**Given data**
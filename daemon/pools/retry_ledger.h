// Exactly-once batches: each client numbers its batches per pool, and a batch whose number is
// not above the last one applied for (pool, client) is a retry, answered and not applied again
// (proto/yoke/v1/events.proto, EventBatch). The ledger keeps each (pool, client)'s last batch
// only: a retry of that batch gets its sequence number back; an older one is known to be
// applied, without its number.
#pragma once

#include <cstdint>
#include <map>
#include <optional>
#include <string>
#include <utility>
#include <vector>

namespace yoke::daemon {

struct AppliedBatch {
  std::uint64_t batch_number = 0;
  std::uint64_t seq = 0;  // the sequence number that batch became
};

enum class RetryVerdict {
  fresh,      // not seen: apply it
  duplicate,  // the last batch again: answer with its outcome
  older,      // below the last batch: applied long ago, answer without applying
};

class RetryLedger {
 public:
  RetryVerdict classify(const std::string& pool, const std::string& client,
                        std::uint64_t batch_number) const;
  // The last batch applied for (pool, client).
  std::optional<AppliedBatch> last(const std::string& pool, const std::string& client) const;
  // Records an applied batch; recovery calls it for every journal record it replays.
  void record(const std::string& pool, const std::string& client, const AppliedBatch& batch);
  std::size_t size() const { return last_.size(); }
  // Every client's last batch in one pool, by client id (what a snapshot of the pool keeps).
  std::vector<std::pair<std::string, AppliedBatch>> clients_of(const std::string& pool) const;
  // Forgets every client's mark in one pool (a daemon that stops serving it). Returns how many
  // it removed. O(log marks + the pool's marks).
  std::size_t erase_pool(const std::string& pool);

 private:
  std::map<std::pair<std::string, std::string>, AppliedBatch> last_;  // (pool, client)
};

}  // namespace yoke::daemon
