// Exactly-once batches: each client numbers its batches per pool (proto/yoke/v1/events.proto,
// EventBatch, where the rule is written for clients). Per (pool, client id) the ledger keeps a
// mark: the client's most recent accepted batches (numbers and seqs, up to
// LedgerSettings::batches_per_client), and the lowest number from which it knows every
// outcome. A batch number is then
//   - above the client's highest: new (fresh);
//   - one of the remembered batches: a retry, answered with that batch's own seq (duplicate);
//   - below the highest, at or above the known range's start, not remembered: never applied
//     (skipped: the client went past it);
//   - below the known range: whether it was applied is no longer known (forgotten).
// The horizon: a pool's marks are dropped when their client has been idle for idle_seconds, and
// beyond max_clients_per_pool marks (least recently active first), each time the pool closes a
// window (close_group). The decisions depend on the log alone (seqs and the wall times written
// in the journal records), so replaying the same log under the same settings rebuilds the same
// ledger. Memory: at most max_clients_per_pool marks per pool, each its id (at most
// kMaxClientIdBytes) and batches_per_client pairs of numbers.
#pragma once

#include <cstdint>
#include <functional>
#include <map>
#include <optional>
#include <string>
#include <string_view>
#include <utility>
#include <vector>

namespace yoke::daemon {

// The longest client id a batch may carry (the batch decoder refuses longer ones).
inline constexpr std::size_t kMaxClientIdBytes = 128;

// The [ledger] section of the config: the exactly-once horizon.
struct LedgerSettings {
  // Batches remembered per client and pool, with their seqs: a retry of one of them gets its
  // seq back. A client should keep at most this many batches in flight.
  std::uint64_t batches_per_client = 64;
  // A mark is dropped by the pool's first window at least this long (by the journal records'
  // wall times) after the client's last batch; 0 = never by time.
  std::uint64_t idle_seconds = 86400;
  // Marks kept per pool; past it, the least recently active clients' marks are dropped.
  std::uint64_t max_clients_per_pool = 4096;
};

struct AppliedBatch {
  std::uint64_t batch_number = 0;
  std::uint64_t seq = 0;  // the sequence number that batch became
  bool operator==(const AppliedBatch&) const = default;
};

// What the ledger holds of one client in one pool.
struct RetryMark {
  // The client's most recent accepted batches, oldest first; back() is its highest. Never empty.
  std::vector<AppliedBatch> recent;
  // Every number from here to the highest was accepted iff it is in `recent`; below it the
  // ledger does not know.
  std::uint64_t known_from = 0;
  // The wall time written in the journal records of the client's latest closed window
  // (microseconds since the Unix epoch): its batch in an open window is stamped when the
  // window closes. 0 for a new mark until then.
  std::uint64_t wall_time_us = 0;

  const AppliedBatch& highest() const { return recent.back(); }
  bool operator==(const RetryMark&) const = default;
};

enum class RetryVerdict {
  fresh,      // above the highest batch, or no mark: apply it (after_batch permitting)
  duplicate,  // a remembered batch: answer with its seq, apply nothing
  skipped,    // below the highest and never accepted: refuse (BATCH_SKIPPED)
  forgotten,  // below what the ledger knows: refuse (BATCH_FORGOTTEN)
};

struct RetryAnswer {
  RetryVerdict verdict = RetryVerdict::fresh;
  std::uint64_t seq = 0;  // duplicate: the seq of that batch
  std::optional<AppliedBatch> highest;  // the client's highest accepted batch, when marked
};

class RetryLedger {
 public:
  explicit RetryLedger(LedgerSettings settings = {});
  // Moves keep the index's pointers valid (map nodes move with the maps); copies would not.
  RetryLedger(RetryLedger&&) = default;
  RetryLedger& operator=(RetryLedger&&) = default;
  RetryLedger(const RetryLedger&) = delete;
  RetryLedger& operator=(const RetryLedger&) = delete;

  const LedgerSettings& settings() const { return settings_; }

  // The verdict on batch `batch_number` of `client` in `pool`. O(log marks + batches_per_client).
  RetryAnswer classify(std::string_view pool, std::string_view client,
                       std::uint64_t batch_number) const;
  // The client's highest accepted batch in the pool. O(log marks).
  std::optional<AppliedBatch> last(std::string_view pool, std::string_view client) const;
  const RetryMark* find(std::string_view pool, std::string_view client) const;

  // Records an accepted batch, visible to classify() at once (the service records a batch
  // when it enters the window; recovery for every journal record it replays). A number at or
  // below the client's highest starts a new mark (the old one had expired when it was
  // accepted). close_group() stamps the wall time. O(log marks + batches_per_client).
  void record(const std::string& pool, const std::string& client, const AppliedBatch& batch);

  // The pool's batches with seq >= first_seq (one window's group) are in the log with
  // `wall_time_us`: stamps their clients' marks with it, then applies the horizon (idle marks,
  // then the count). Returns how many marks it dropped. O(group's clients x log marks +
  // dropped x log marks).
  std::size_t close_group(std::string_view pool, std::uint64_t first_seq,
                          std::uint64_t wall_time_us);

  // Puts a whole mark (from a snapshot or a pool moved in), replacing the client's; keeps the
  // newest batches_per_client batches of it. Ignored when `mark.recent` is empty. O(log marks).
  void restore(const std::string& pool, const std::string& client, RetryMark mark);

  // Every client's mark in one pool, by client id (what a snapshot of the pool keeps).
  // O(the pool's marks).
  std::vector<std::pair<std::string, RetryMark>> clients_of(std::string_view pool) const;
  // Forgets every client's mark in one pool (a daemon that stops serving it). Returns how many
  // it removed. O(log pools + the pool's marks).
  std::size_t erase_pool(std::string_view pool);
  // Marks held, over all pools.
  std::size_t size() const { return marks_; }

 private:
  // A pool's clients by the seq of their highest batch: least recently active first.
  using Activity = std::multimap<std::uint64_t, const std::string*>;
  struct Entry {
    RetryMark mark;
    Activity::iterator active;
  };
  struct PoolMarks {
    std::map<std::string, Entry, std::less<>> clients;
    Activity activity;
  };

  using ClientEntry = std::map<std::string, Entry, std::less<>>::iterator;
  // The client's entry, out of the activity index (the caller puts it back in).
  ClientEntry put(PoolMarks& marks, const std::string& client);
  void drop(PoolMarks& marks, Activity::iterator oldest);

  LedgerSettings settings_;
  std::map<std::string, PoolMarks, std::less<>> pools_;
  std::size_t marks_ = 0;
};

}  // namespace yoke::daemon
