def explanations(rec, c):
    """Complementary slackness read off Explanation, on a path 1-2 (5), 2-3 (4), 3-4 (5)."""
    for pool, mode in (("explain-mw", "max-weight"), ("card", "max-cardinality")):
        c.batch(pool, [set_(101, 102, 5), set_(102, 103, 4), set_(103, 104, 5)],
                client_id="E", client_batch=1)
        ex = {}
        for v in (101, 102, 103, 104):
            r = c.query(query_pb2.QueryRequest(explain=query_pb2.ExplainRequest(vertex=v)),
                        pool=pool)
            ex[v] = r.explain if r.WhichOneof("kind") == "explain" else None
        if any(e is None for e in ex.values()):
            rec.case(f"explain on a {mode} path", "query.proto Explanation", "explanations",
                     "an error", False)
            continue
        off = ex[101].weight_offset
        pair_ok = ex[101].dual_x2 + ex[102].dual_x2 == 2 * (5 + off) and \
            ex[103].dual_x2 + ex[104].dual_x2 == 2 * (5 + off)
        alt = ex[102].alternatives
        slack_ok = len(alt) == 1 and alt[0].other == 103 and alt[0].weight == 4 and \
            alt[0].slack_x2 == ex[102].dual_x2 + ex[103].dual_x2 - 2 * (4 + off) and \
            alt[0].slack_x2 >= 0 and alt[0].other_mate == 104
        rec.case(f"explain on a {mode} path: matched pairs tight, alternative's slack",
                 "query.proto Explanation dual_x2 ('offset included'), Alternative.slack_x2 "
                 "(u(i) + u(j) - w - offset, doubled)", "dual_x2 sums = 2(w + offset); slack_x2 "
                 "= dual_x2(102) + dual_x2(103) - 2(4 + offset)",
                 f"offset {off}; duals {[ex[v].dual_x2 for v in (101, 102, 103, 104)]}; alt "
                 f"{[(a.other, a.weight, a.slack_x2, a.other_mate) for a in alt]}",
                 pair_ok and slack_ok)
    r = c.query(query_pb2.QueryRequest(explain=query_pb2.ExplainRequest(vertex=102,
                                                                        max_alternatives=1)),
                pool="explain-mw")
    rec.case("explain with max_alternatives 1", "query.proto ExplainRequest", "at most one",
             qoutcome(r)[:150], r.WhichOneof("kind") == "explain"
             and len(r.explain.alternatives) <= 1)


def retire_held(rec, c, daemon):
    pool = "retire-held"
    c.batch(pool, [set_(1, 2, 1), set_(1, 3, 50), set_(4, 5, 7), hold(1, 2)], client_id="H",
            client_batch=1)
    sub = Subscriber(daemon, pool)
    time.sleep(0.3)
    r = c.retire(pool, client_id="H", client_batch=2)
    got = [p.diff for _, p, _ in sub.diffs(0.6)]
    d = got[-1] if got else None
    rem = sorted((p.a, p.b, p.weight) for p in d.removed) if d else None
    rec.case("retired diff of a pool with a held pair", f"{PU}:49-52 ('removed lists every pair"
             " it held at prev_seq')", "removed [(1,2,1), (4,5,7)]", outcome(r) + f"; removed "
             f"{rem}", rem == [(1, 2, 1), (4, 5, 7)])
    sub.close()


def req_ingest(rec, daemon):
    import zmq
    from cases_state import _batch_request
    from yoke.v1 import ingest_pb2
    s = zmq.Context.instance().socket(zmq.REQ)
    s.setsockopt(zmq.LINGER, 0)
    s.connect(daemon.ingest)
    s.send(_batch_request("req-ingest", [add(1)], "REQ", 1).SerializeToString())
    got = None
    if s.poll(3000):
        got = ingest_pb2.IngestReply()
        got.ParseFromString(s.recv())
    s.close(0)
    rec.case("a batch from a REQ socket", f"{P}:12, :26", "accepted", outcome(got),
             accepted(got))


def whole_batch_errors(rec, c):
    checks = []
    r = c.batch("wbe", [add(1)], client_id="w" * 129, client_batch=1)
    checks.append(("client id too long", r))
    r = c.batch("bad name", [add(1)], client_id="W", client_batch=1)
    checks.append(("bad pool name", r))
    c.batch("wbe", [add(1)], client_id="W", client_batch=5)
    r = c.batch("wbe", [add(2)], client_id="W", client_batch=3)
    checks.append(("BATCH_SKIPPED", r))
    r = c.batch("wbe", [add(2)], client_id="W", client_batch=6, after_batch=4)
    checks.append(("OUT_OF_ORDER", r))
    bad = [(n, outcome(r)) for n, r in checks
           if r is None or not r.ack.rejected.errors or
           r.ack.rejected.errors[0].HasField("event_index")]
    rec.case("errors about the whole batch carry no event_index", f"{PR_}:97-98",
             "event_index absent", f"with event_index: {bad}" if bad else "all absent", not bad)
    r = c.batch("bad name", [add(1)], client_id="W", client_batch=2)
    rec.case("Ack.pool of a batch refused for its pool name", f"{P}:70-71; ingest.proto:69-70",
             "empty", repr(r.ack.pool), r is not None and r.ack.pool == "")
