// Exactly-once batches: each client numbers its batches, and a batch whose (client, number) was
// applied before is answered with its first outcome instead of being applied again. Numbers
// must grow per client; the ledger keeps each client's last batch only (a client retries the
// batch it has no answer for, never an older one).
#pragma once

#include <cstdint>
#include <map>
#include <optional>
#include <string>

namespace yoke::daemon {

struct AppliedBatch {
  std::uint64_t batch_number = 0;
  std::string pool;
  std::uint64_t seq = 0;  // the pool's sequence number that batch became
};

enum class RetryVerdict {
  fresh,      // not seen: apply it
  duplicate,  // the client's last batch again: answer with its outcome
  stale,      // older than the client's last batch: refuse
};

class RetryLedger {
 public:
  RetryVerdict classify(const std::string& client, std::uint64_t batch_number) const;
  // The outcome of the client's last batch (for duplicates).
  std::optional<AppliedBatch> last(const std::string& client) const;
  // Records an applied batch; recovery calls it for every journal record it replays.
  void record(const std::string& client, const AppliedBatch& batch);
  std::size_t clients() const { return last_.size(); }

 private:
  std::map<std::string, AppliedBatch> last_;
};

}  // namespace yoke::daemon
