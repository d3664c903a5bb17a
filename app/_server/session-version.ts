// Each user's session version is carried in their session cookie and compared on every request
// (app/_server/session.ts); bumping it ends every session issued before.
import { eq, sql } from "drizzle-orm";
import { getDb } from "@/db/client";
import { users } from "@/db/schema";

export async function endSessions(userId: number): Promise<void> {
  await getDb()
    .update(users)
    .set({ sessionVersion: sql`${users.sessionVersion} + 1` })
    .where(eq(users.id, userId));
}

**Your goal**
Print the records verbatim, stopping after the "not applied again" line.

**Task response**
filename daemon/pools/retry_ledger.h
// Exactly-once batches: each client numbers its batches per pool, and a batch whose number is
// not above the last one applied for (pool, client) is a retry, answered and not applied again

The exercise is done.